Making No Bones About It: Why Zoorchaeologists Study Animal Bones Found at Archaeological Sites

Zooarchaeology is the study of faunal (animal) remains recovered at archaeological sites, including bone, hair, shell, and DNA. The Virtual Curation Laboratory (VCL) began systematically creating three-dimensional (3D) digital models of faunal remains in Fall 2012 using elements of a raccoon skeleton loaned by the Virginia Museum of Natural History (VMNH) and California University of Pennsylvania.  Particularly through a partnership with VMNH,  undergraduate researchers have been working under the direction of Digital Zooarchaeologist Marian Zechini  to create a virtual faunal type collection. In addition to the raccoon elements, undergraduate student researchers and the director of the VCL are actively scanning groundhog, deer, crow, dog, cat, opossum, turkey, passenger pigeon, turtle, and other animal remains that might be found on archaeological sites.

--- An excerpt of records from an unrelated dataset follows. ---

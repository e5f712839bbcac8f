package org.treeproof.cli;

import java.io.IOException;
import java.io.InputStream;
import java.io.UncheckedIOException;
import java.nio.file.Files;
import java.nio.file.Path;
import java.nio.file.LinkOption;
import java.util.ArrayList;
import java.util.Arrays;
import java.util.List;
import java.util.concurrent.Callable;
import org.treeproof.data.InputException;
import org.treeproof.io.OutputGuard;
import picocli.CommandLine;
import picocli.CommandLine.Command;
import picocli.CommandLine.Option;

/**
 * {@code treeproof demo}: runs {@code assess} on the bundled demo table (invented fermentation aroma profiles
 * with three planted yeast strains, see demo-data/README.md) and prints where the report is.
 */
@Command(name = "demo", mixinStandardHelpOptions = true,
        description = "Run assess on the bundled demo data (180 invented fermentation batches, three planted yeast "
                + "strains) and print where the report is.")
final class DemoCommand implements Callable<Integer> {
    static final String TABLE = "yeast-batches.csv";

    @Option(names = "--out", paramLabel = "DIR", defaultValue = "treeproof-demo",
            description = "Output directory (default: ${DEFAULT-VALUE}).")
    Path out;

    @Option(names = "--data", paramLabel = "NAME", defaultValue = TABLE,
            description = "Which demo table: yeast-batches.csv (planted), single-strain-batches.csv (no structure) or "
                    + "nested-strains.csv (two levels). Default: ${DEFAULT-VALUE}.")
    String table;

    @Option(names = "--force", description = "Replace DIR if it exists and treeproof wrote it; also overwrite an "
            + "edited copy of the demo table in DIR-input.")
    boolean force;

    @Option(names = "--threads", paramLabel = "N", description = "Worker threads (default: all cores).")
    Integer threads;

    @Option(names = "--no-progress", description = "Do not show progress.")
    boolean noProgress;

    @CommandLine.Spec
    CommandLine.Model.CommandSpec spec;

    @Override
    public Integer call() throws IOException {
        if (!List.of("yeast-batches.csv", "single-strain-batches.csv", "nested-strains.csv").contains(table)) {
            throw new InputException("--data " + table + ": not a demo table; use yeast-batches.csv, "
                    + "single-strain-batches.csv or nested-strains.csv");
        }
        // every output condition first: nothing is unpacked for a run that cannot write its results
        OutputGuard.check(out, "--out", force, List.of());
        // The demo table is unpacked beside the output (kept, so that the report's input file can be opened).
        Path dir = out.toAbsolutePath().normalize().resolveSibling(out.toAbsolutePath().normalize().getFileName()
                + "-input");
        String[] names = {table, table.replace(".csv", "-truth.csv")};
        List<Path> unpacked = unpack(dir, names);
        Path data = dir.resolve(names[0]);
        Path labels = dir.resolve(names[1]);
        Path cwd = Path.of("").toAbsolutePath();
        var args = new ArrayList<>(List.of("assess", relative(cwd, data), "--log2", "--out", out.toString(),
                "--labels", relative(cwd, labels)));
        if (force) {
            args.add("--force");
        }
        if (threads != null) {
            args.add("--threads");
            args.add(threads.toString());
        }
        if (noProgress) {
            args.add("--no-progress");
        }
        System.out.println("treeproof demo: assessing the bundled table " + table + " (invented data; see "
                + "demo-data/README.md)");
        int code = Main.run(args.toArray(String[]::new));
        if (code != ExitCodes.OK) {
            // a failed demo leaves nothing it unpacked
            for (Path p : unpacked) {
                try {
                    Files.deleteIfExists(p);
                } catch (IOException keep) {
                    // a folder someone else put files in stays
                }
            }
        }
        return code;
    }

    /**
     * Writes the bundled tables into {@code dir}; returns what it created (files, and the folder if it was new).
     * A copy that already holds the bundled bytes is kept as it is; one that differs (edited by someone) is
     * overwritten only with --force.
     */
    private List<Path> unpack(Path dir, String[] names) throws IOException {
        String shown = "--out " + out + ": the demo's input folder " + dir;
        if (Files.exists(dir, LinkOption.NOFOLLOW_LINKS) && !Files.isDirectory(dir, LinkOption.NOFOLLOW_LINKS)) {
            throw new InputException(shown + " exists and is not a folder; move it away or choose another --out");
        }
        var bundled = new ArrayList<byte[]>();
        for (String name : names) {
            Path target = dir.resolve(name);
            byte[] bytes = bundled(name);
            bundled.add(bytes);
            if (Files.exists(target, LinkOption.NOFOLLOW_LINKS) && !force
                    && !(Files.isRegularFile(target, LinkOption.NOFOLLOW_LINKS)
                            && Arrays.equals(Files.readAllBytes(target), bytes))) {
                throw new InputException(shown + " holds " + name + ", which differs from the bundled table (edited?);"
                        + " it is kept. Choose another --out, or add --force to overwrite it");
            }
        }
        var created = new ArrayList<Path>();
        if (!Files.isDirectory(dir)) {
            try {
                Files.createDirectories(dir);
            } catch (IOException e) {
                throw new InputException(shown + ": cannot create it (" + OutputGuard.describe(e) + ")");
            }
            created.add(dir);
        }
        for (int i = 0; i < names.length; i++) {
            Path target = dir.resolve(names[i]);
            if (!Files.exists(target, LinkOption.NOFOLLOW_LINKS)) {
                created.add(0, target);
            } else if (Arrays.equals(Files.readAllBytes(target), bundled.get(i))) {
                continue;
            }
            Files.write(target, bundled.get(i));
        }
        return created;
    }

    private static String relative(Path cwd, Path p) {
        return p.startsWith(cwd) ? cwd.relativize(p).toString() : p.toString();
    }

    private static byte[] bundled(String name) {
        try (InputStream in = DemoCommand.class.getResourceAsStream("/org/treeproof/demo/" + name)) {
            if (in == null) {
                throw new IllegalStateException("the demo table " + name + " is missing from the jar");
            }
            return in.readAllBytes();
        } catch (IOException e) {
            throw new UncheckedIOException(e);
        }
    }
}
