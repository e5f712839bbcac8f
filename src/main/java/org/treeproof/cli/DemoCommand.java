package org.treeproof.cli;

import java.io.IOException;
import java.io.InputStream;
import java.io.UncheckedIOException;
import java.nio.file.Files;
import java.nio.file.Path;
import java.nio.file.StandardCopyOption;
import java.util.ArrayList;
import java.util.List;
import java.util.concurrent.Callable;
import picocli.CommandLine;
import picocli.CommandLine.Command;
import picocli.CommandLine.Option;

/**
 * {@code treeproof demo}: runs {@code assess} on the bundled demo table (invented fermentation aroma profiles
 * with three planted yeast strains, see demo-data/README.md) and prints where the report is.
 */
@Command(name = "demo", mixinStandardHelpOptions = true,
        description = "Run assess on the bundled demo data (180 invented fermentation batches, three planted yeast "
                + "strains) and print where the report is.")
final class DemoCommand implements Callable<Integer> {
    static final String TABLE = "yeast-batches.csv";

    @Option(names = "--out", paramLabel = "DIR", defaultValue = "treeproof-demo",
            description = "Output directory (default: ${DEFAULT-VALUE}).")
    Path out;

    @Option(names = "--data", paramLabel = "NAME", defaultValue = TABLE,
            description = "Which demo table: yeast-batches.csv (planted), single-strain-batches.csv (no structure) or "
                    + "nested-strains.csv (two levels). Default: ${DEFAULT-VALUE}.")
    String table;

    @Option(names = "--force", description = "Replace DIR if it exists.")
    boolean force;

    @Option(names = "--threads", paramLabel = "N", description = "Worker threads (default: all cores).")
    Integer threads;

    @Option(names = "--no-progress", description = "Do not show progress.")
    boolean noProgress;

    @CommandLine.Spec
    CommandLine.Model.CommandSpec spec;

    @Override
    public Integer call() throws IOException {
        if (!List.of("yeast-batches.csv", "single-strain-batches.csv", "nested-strains.csv").contains(table)) {
            throw new org.treeproof.data.InputException("--data " + table + ": not a demo table; use yeast-batches.csv, "
                    + "single-strain-batches.csv or nested-strains.csv");
        }
        // The demo table is unpacked beside the output (kept, so that the report's input file can be opened).
        Path dir = out.toAbsolutePath().normalize().resolveSibling(out.getFileName() + "-input");
        Files.createDirectories(dir);
        Path data = copy(table, dir);
        Path labels = copy(table.replace(".csv", "-truth.csv"), dir);
        Path cwd = Path.of("").toAbsolutePath();
        var args = new ArrayList<>(List.of("assess", relative(cwd, data), "--log2", "--out", out.toString(),
                "--labels", relative(cwd, labels)));
        if (force) {
            args.add("--force");
        }
        if (threads != null) {
            args.add("--threads");
            args.add(threads.toString());
        }
        if (noProgress) {
            args.add("--no-progress");
        }
        System.out.println("treeproof demo: assessing the bundled table " + table + " (invented data; see "
                + "demo-data/README.md)");
        return Main.run(args.toArray(String[]::new));
    }

    private static String relative(Path cwd, Path p) {
        return p.startsWith(cwd) ? cwd.relativize(p).toString() : p.toString();
    }

    private static Path copy(String name, Path dir) {
        try (InputStream in = DemoCommand.class.getResourceAsStream("/org/treeproof/demo/" + name)) {
            if (in == null) {
                throw new IllegalStateException("the demo table " + name + " is missing from the jar");
            }
            Path target = dir.resolve(name);
            Files.copy(in, target, StandardCopyOption.REPLACE_EXISTING);
            return target;
        } catch (IOException e) {
            throw new UncheckedIOException(e);
        }
    }
}
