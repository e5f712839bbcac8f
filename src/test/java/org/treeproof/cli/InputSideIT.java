package org.treeproof.cli;

import static org.junit.jupiter.api.Assertions.assertEquals;
import static org.junit.jupiter.api.Assertions.assertFalse;
import static org.junit.jupiter.api.Assertions.assertTrue;

import com.fasterxml.jackson.databind.JsonNode;
import com.fasterxml.jackson.databind.ObjectMapper;
import java.io.IOException;
import java.nio.charset.StandardCharsets;
import java.nio.file.Files;
import java.nio.file.Path;
import java.util.ArrayList;
import java.util.List;
import java.util.Locale;
import java.util.SplittableRandom;
import org.junit.jupiter.api.Test;
import org.junit.jupiter.api.io.TempDir;
import org.treeproof.distance.Metric;
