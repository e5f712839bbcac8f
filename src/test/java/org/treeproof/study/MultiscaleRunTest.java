package org.treeproof.study;

import static org.junit.jupiter.api.Assertions.assertArrayEquals;
import static org.junit.jupiter.api.Assertions.assertEquals;
import static org.junit.jupiter.api.Assertions.assertThrows;
import static org.junit.jupiter.api.Assertions.assertTrue;

import java.util.ArrayList;
import java.util.List;
import java.util.SplittableRandom;
import org.junit.jupiter.api.Test;
import org.treeproof.data.DataMatrix;
import org.treeproof.data.InputException;
import org.treeproof.partition.Partition;
import org.treeproof.resample.LocalExecutor;
import org.treeproof.score.MultiscaleFit;
import org.treeproof.tree.Linkage;

/** Branch p-values through the study: planted clades, thread counts, resuming, and bad settings. */
class MultiscaleRunTest {

    /**
     * {@code g} groups of {@code per} samples in {@code p} features: each group has a random centre (every
     * coordinate normal with SD {@code shift}), samples scatter around it with SD 1, so each feature carries a
     * little of the grouping and a draw of fewer features carries less.
     */
    static DataMatrix plantedGroups(int g, int per, int p, double shift, long seed) {
        var rng = new SplittableRandom(seed);
        int n = g * per;
        double[][] centre = new double[g][p];
        for (int c = 0; c < g; c++) {
            for (int j = 0; j < p; j++) {
                centre[c][j] = shift * StudyRunnerTest.gaussian(rng);
            }
        }
        double[] v = new double[n * p];
        var ids = new ArrayList<String>();
        for (int i = 0; i < n; i++) {
            ids.add("s" + i);
            for (int j = 0; j < p; j++) {
                v[i * p + j] = centre[i % g][j] + StudyRunnerTest.gaussian(rng);
            }
        }
        var names = new ArrayList<String>();
        for (int j = 0; j < p; j++) {
            names.add("f" + j);
        }
        return new DataMatrix(ids, names, v);
    }

    static StudySettings settings(int perScale, List<Linkage> linkages) {
        return StudySettings.builder().linkages(linkages).maxK(4).replicates(10).referenceSets(0).nullSets(0)
                .seed(3).branchPValues(new BranchPValueSettings(BranchPValueSettings.DEFAULT_SCALES, perScale)).build();
    }

    static Partition planted(int n, int g) {
        int[] l = new int[n];
        for (int i = 0; i < n; i++) {
            l[i] = i % g;
        }
        return Partition.of(l);
    }

    /**
     * Three planted groups that each feature separates only weakly: the groups are branches of the average-linkage
     * tree, the ordinary bootstrap share at scale 1 is well below 1 (0.6-0.9), and the AU p-value, which corrects
     * the bootstrap's bias, reaches 0.98 or more for each, as the method promises for a real cluster.
     */
    @Test
    void plantedGroupsReachAnAuNearOne() {
        var data = plantedGroups(3, 10, 40, 0.9, 11);
        Evidence e = new StudyRunner(StudyInput.of(data), settings(100, List.of(Linkage.AVERAGE)), new LocalExecutor(2),
                2, StudyProgress.SILENT).run();
        LinkageEvidence le = e.linkages().get(0);
        List<ClusterBranch> groups = ClusterBranch.of(le.tree(), planted(30, 3), le.branchPValues());
        for (ClusterBranch cb : groups) {
            assertEquals(MultiscaleFit.Status.FITTED, cb.fit().status(), cb.toString());
            assertTrue(cb.au() >= 0.98, cb.toString());
            assertTrue(cb.fit().bp() < cb.au(), cb.toString());
            assertTrue(!cb.lowAu());
        }
        // the cut at k = 3 is the planted grouping, and the per-cluster lookup finds the same branches
        List<ClusterBranch> atThree = le.clusterBranches(3);
        assertEquals(3, atThree.size());
        for (ClusterBranch cb : atThree) {
            assertTrue(groups.stream().anyMatch(g -> g.merge() == cb.merge()), cb.toString());
        }
    }

    @Test
    void countsAndFitsAreIdenticalForAnyThreadCountAndAfterAResume() {
        var data = plantedGroups(3, 8, 12, 0.8, 5);
        StudySettings s = settings(20, List.of(Linkage.AVERAGE, Linkage.WARD));
        var recorded = new Recording();
        BranchPValues[] one = pvalues(new StudyRunner(StudyInput.of(data), s, new LocalExecutor(1), 1,
                StudyProgress.SILENT).withCheckpoint(recorded).run());
        BranchPValues[] three = pvalues(new StudyRunner(StudyInput.of(data), s, new LocalExecutor(3), 3,
                StudyProgress.SILENT).run());
        assertEquals(200, recorded.rows.size());
        // resume from the first 77 replicates kept
        var resumed = new Recording();
        resumed.kept = recorded.rows.subList(0, 77);
        BranchPValues[] again = pvalues(new StudyRunner(StudyInput.of(data), s, new LocalExecutor(2), 2,
                StudyProgress.SILENT).withCheckpoint(resumed).run());
        assertEquals(200 - 77, resumed.rows.size());
        for (int l = 0; l < one.length; l++) {
            for (BranchPValues other : new BranchPValues[] {three[l], again[l]}) {
                assertArrayEquals(one[l].counts(), other.counts());
                assertEquals(one[l].fits(), other.fits());
                assertArrayEquals(one[l].scales(), other.scales());
            }
        }
    }

    @Test
    void scalesThatRoundToTooFewFeatureCountsAreAnInputError() {
        var data = plantedGroups(2, 5, 1, 1, 1);
        StudySettings s = StudySettings.builder().linkages(List.of(Linkage.AVERAGE)).maxK(3).replicates(10)
                .referenceSets(0).nullSets(0).branchPValues(BranchPValueSettings.DEFAULT).build();
        var e = assertThrows(InputException.class, () -> new StudyRunner(StudyInput.of(data), s, new LocalExecutor(1),
                1, StudyProgress.SILENT));
        assertTrue(e.getMessage().startsWith("--branch-scales: with 1 feature the scales give only 1 different"), e.getMessage());
    }

    @Test
    void everyProblemOfTheSettingsIsReportedTogether() {
        var e = assertThrows(InputException.class, () -> StudySettings.builder().maxK(1)
                .branchPValues(new BranchPValueSettings(List.of(0.5, 0.5, -1.0), 5)).build());
        String m = e.getMessage();
        assertTrue(m.contains("--max-k"), m);
        assertTrue(m.contains("every scale must be in (0, 10], got -1.0"), m);
        assertTrue(m.contains("at least 3 different scales, got 2"), m);
        assertTrue(m.contains("--branch-replicates must be between 10 and 100000, got 5"), m);
    }

    private static BranchPValues[] pvalues(Evidence e) {
        return e.linkages().stream().map(LinkageEvidence::branchPValues).toArray(BranchPValues[]::new);
    }

    /** Keeps the multiscale rows in memory and replays {@link #kept}. */
    private static final class Recording implements Checkpoint {
        final List<double[]> rows = new ArrayList<>();
        List<double[]> kept = List.of();

        @Override
        public List<ReplicateOutcome> replicates() {
            return List.of();
        }

        @Override
        public void replicateDone(ReplicateOutcome outcome) {
        }

        @Override
        public List<double[]> rows(Stage stage) {
            return stage == Stage.MULTISCALE ? kept : List.of();
        }

        @Override
        public void rowDone(Stage stage, int index, double[] row) {
            if (stage == Stage.MULTISCALE) {
                rows.add(row.clone());
            }
        }
    }
}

The digital comparative collection that we are developing in the VCL will allow archaeologists, educators and students the ability to study, manipulate and share virtual models of animal remains anywhere in the world. These 3D digital models and printed plastic replicas can be used in field or laboratory settings to help identify fragmentary animal remains or animal remains that have been reworked into tools or ornaments.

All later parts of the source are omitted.